Look through the records below for lines containing the string "ZoneStencil", and report how many there are, nothing else.

Given entries START

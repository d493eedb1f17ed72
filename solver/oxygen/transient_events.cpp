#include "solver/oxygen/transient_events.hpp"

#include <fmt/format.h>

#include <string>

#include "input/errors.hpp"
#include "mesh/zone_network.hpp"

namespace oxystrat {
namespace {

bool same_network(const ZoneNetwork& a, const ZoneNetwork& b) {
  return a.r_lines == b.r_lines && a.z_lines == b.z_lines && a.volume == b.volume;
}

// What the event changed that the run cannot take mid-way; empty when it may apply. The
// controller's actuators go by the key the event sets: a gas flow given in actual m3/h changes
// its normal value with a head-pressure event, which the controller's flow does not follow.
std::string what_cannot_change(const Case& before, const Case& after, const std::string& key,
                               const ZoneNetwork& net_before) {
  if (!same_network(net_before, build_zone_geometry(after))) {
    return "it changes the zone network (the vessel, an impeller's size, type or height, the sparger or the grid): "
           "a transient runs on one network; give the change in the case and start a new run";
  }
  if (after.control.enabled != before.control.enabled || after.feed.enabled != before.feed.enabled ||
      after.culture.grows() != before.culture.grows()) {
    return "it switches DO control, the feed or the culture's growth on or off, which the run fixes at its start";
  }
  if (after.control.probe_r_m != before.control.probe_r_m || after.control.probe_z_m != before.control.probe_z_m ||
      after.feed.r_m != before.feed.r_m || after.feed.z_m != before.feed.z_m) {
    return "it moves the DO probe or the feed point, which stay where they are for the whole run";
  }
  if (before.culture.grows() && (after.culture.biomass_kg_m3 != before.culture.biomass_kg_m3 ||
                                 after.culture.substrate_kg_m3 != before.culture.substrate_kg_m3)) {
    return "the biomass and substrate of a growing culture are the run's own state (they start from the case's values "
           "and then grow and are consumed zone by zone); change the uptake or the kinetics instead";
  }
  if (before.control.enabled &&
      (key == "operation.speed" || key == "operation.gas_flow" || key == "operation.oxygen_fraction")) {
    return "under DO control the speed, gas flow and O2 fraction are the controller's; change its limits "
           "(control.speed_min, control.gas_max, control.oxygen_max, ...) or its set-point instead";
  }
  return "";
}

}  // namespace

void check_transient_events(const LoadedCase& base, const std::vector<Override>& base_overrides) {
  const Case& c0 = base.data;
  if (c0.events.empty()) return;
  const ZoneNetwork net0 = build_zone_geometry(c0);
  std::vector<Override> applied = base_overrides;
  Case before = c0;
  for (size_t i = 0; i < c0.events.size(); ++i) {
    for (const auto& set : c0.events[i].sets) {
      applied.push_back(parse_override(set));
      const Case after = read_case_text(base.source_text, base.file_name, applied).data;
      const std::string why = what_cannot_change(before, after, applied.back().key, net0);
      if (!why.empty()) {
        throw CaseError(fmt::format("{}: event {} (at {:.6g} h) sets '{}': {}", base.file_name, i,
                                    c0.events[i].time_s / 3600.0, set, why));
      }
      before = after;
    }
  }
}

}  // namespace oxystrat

Given entries END
Given entries START

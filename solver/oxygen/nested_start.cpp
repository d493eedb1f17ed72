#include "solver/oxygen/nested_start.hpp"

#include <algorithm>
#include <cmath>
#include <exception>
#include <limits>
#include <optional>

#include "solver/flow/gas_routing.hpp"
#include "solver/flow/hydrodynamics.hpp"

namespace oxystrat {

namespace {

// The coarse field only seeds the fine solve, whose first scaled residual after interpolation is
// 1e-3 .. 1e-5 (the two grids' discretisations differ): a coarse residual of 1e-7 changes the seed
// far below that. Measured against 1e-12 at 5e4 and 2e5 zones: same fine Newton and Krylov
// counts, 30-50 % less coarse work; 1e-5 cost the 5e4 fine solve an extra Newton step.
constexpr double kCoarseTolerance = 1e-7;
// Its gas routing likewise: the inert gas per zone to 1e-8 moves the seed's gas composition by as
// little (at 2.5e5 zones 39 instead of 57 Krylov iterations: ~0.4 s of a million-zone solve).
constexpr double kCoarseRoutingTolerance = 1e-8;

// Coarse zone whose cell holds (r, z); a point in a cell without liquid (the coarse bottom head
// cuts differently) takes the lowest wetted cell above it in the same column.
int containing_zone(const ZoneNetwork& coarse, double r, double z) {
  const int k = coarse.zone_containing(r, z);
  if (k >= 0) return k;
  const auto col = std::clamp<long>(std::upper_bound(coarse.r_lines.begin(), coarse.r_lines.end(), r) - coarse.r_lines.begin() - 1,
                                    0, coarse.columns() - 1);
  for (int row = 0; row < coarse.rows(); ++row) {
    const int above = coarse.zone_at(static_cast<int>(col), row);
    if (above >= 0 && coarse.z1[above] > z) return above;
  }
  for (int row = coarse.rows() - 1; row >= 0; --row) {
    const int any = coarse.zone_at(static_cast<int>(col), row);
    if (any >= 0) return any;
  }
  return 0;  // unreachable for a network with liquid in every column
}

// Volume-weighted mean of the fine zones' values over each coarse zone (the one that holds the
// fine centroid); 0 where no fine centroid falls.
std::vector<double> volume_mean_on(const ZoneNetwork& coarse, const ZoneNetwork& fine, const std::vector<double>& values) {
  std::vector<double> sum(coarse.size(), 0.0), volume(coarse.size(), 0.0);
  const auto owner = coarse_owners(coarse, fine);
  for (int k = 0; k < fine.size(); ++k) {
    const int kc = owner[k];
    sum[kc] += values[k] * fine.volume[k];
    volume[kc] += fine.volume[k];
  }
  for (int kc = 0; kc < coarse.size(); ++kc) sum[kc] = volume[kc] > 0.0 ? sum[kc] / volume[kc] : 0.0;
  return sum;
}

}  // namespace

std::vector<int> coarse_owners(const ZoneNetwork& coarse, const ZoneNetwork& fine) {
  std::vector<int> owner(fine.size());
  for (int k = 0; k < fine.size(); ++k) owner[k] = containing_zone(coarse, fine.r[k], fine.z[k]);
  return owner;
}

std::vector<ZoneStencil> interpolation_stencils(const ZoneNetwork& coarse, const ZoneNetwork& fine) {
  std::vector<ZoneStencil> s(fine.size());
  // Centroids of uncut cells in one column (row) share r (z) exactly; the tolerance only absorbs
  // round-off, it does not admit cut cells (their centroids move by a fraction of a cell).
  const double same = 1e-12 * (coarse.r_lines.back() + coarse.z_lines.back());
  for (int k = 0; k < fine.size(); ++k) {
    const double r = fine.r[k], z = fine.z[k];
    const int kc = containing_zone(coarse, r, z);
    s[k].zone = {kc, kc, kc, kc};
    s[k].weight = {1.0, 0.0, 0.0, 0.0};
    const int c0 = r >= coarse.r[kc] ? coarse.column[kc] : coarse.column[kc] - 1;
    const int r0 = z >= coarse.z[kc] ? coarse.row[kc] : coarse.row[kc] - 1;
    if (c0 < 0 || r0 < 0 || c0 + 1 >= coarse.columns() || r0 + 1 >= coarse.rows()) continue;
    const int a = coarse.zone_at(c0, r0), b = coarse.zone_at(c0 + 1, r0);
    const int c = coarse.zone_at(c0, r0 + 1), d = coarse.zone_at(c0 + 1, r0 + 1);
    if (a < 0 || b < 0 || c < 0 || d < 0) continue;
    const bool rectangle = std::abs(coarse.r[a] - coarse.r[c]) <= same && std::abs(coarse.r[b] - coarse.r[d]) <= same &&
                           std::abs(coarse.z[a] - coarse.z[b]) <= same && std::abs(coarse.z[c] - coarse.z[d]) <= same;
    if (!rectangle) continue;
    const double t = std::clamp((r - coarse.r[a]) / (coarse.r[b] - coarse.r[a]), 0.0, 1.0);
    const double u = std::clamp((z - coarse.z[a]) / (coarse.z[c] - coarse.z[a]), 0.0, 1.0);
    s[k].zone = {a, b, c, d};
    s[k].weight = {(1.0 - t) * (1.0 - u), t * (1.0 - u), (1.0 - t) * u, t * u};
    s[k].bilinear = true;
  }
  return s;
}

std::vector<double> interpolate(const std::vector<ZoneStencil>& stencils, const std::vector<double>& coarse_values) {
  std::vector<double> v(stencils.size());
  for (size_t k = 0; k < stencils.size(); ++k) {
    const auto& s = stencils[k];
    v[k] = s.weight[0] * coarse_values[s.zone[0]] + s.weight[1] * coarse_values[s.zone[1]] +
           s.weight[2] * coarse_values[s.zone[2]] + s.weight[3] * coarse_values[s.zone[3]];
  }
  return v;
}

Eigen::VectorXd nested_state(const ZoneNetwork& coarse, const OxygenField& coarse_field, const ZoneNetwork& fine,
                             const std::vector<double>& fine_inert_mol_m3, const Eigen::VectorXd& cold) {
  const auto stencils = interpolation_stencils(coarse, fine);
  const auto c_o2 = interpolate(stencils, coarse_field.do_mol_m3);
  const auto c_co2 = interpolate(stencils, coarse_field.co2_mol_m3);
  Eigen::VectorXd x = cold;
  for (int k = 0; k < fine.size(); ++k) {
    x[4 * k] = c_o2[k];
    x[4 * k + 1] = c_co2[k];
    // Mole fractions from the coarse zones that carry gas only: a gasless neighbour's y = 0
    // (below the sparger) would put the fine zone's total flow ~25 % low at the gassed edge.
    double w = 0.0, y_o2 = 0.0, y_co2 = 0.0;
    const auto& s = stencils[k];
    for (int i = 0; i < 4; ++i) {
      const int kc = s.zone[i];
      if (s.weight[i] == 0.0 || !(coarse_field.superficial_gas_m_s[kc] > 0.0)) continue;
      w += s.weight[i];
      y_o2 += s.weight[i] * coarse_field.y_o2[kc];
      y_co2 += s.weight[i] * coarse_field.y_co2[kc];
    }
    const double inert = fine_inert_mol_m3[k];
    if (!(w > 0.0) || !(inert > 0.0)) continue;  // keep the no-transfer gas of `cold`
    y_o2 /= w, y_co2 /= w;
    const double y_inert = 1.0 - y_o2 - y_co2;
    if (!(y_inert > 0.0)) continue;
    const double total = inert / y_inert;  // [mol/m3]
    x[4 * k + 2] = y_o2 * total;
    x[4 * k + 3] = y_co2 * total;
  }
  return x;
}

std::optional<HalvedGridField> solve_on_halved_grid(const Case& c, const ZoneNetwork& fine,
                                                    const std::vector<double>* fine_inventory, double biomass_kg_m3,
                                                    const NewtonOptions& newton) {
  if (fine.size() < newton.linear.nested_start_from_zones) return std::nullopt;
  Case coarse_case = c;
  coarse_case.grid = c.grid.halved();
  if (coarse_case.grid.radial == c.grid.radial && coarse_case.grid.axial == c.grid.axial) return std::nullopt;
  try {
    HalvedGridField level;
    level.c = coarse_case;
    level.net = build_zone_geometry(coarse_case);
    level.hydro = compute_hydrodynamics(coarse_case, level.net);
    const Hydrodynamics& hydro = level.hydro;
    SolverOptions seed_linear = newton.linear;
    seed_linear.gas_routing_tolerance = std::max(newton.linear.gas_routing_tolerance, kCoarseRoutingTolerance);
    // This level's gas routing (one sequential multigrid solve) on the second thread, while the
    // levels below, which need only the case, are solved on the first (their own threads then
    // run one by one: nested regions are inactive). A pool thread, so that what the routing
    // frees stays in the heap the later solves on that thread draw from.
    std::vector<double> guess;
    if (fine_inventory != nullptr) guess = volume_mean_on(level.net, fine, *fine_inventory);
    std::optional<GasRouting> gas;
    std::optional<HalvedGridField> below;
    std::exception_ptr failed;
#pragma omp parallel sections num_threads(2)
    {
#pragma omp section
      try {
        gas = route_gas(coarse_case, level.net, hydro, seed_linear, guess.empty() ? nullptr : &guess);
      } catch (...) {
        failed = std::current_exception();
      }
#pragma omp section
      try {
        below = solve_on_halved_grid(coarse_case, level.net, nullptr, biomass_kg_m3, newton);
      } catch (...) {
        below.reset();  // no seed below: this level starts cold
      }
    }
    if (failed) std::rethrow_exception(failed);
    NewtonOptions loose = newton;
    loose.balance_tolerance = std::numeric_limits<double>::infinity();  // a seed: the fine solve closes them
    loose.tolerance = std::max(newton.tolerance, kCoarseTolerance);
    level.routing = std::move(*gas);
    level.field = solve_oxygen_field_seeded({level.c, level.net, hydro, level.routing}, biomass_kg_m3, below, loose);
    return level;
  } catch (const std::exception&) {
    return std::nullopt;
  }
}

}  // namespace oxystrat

Given entries END

### Output
3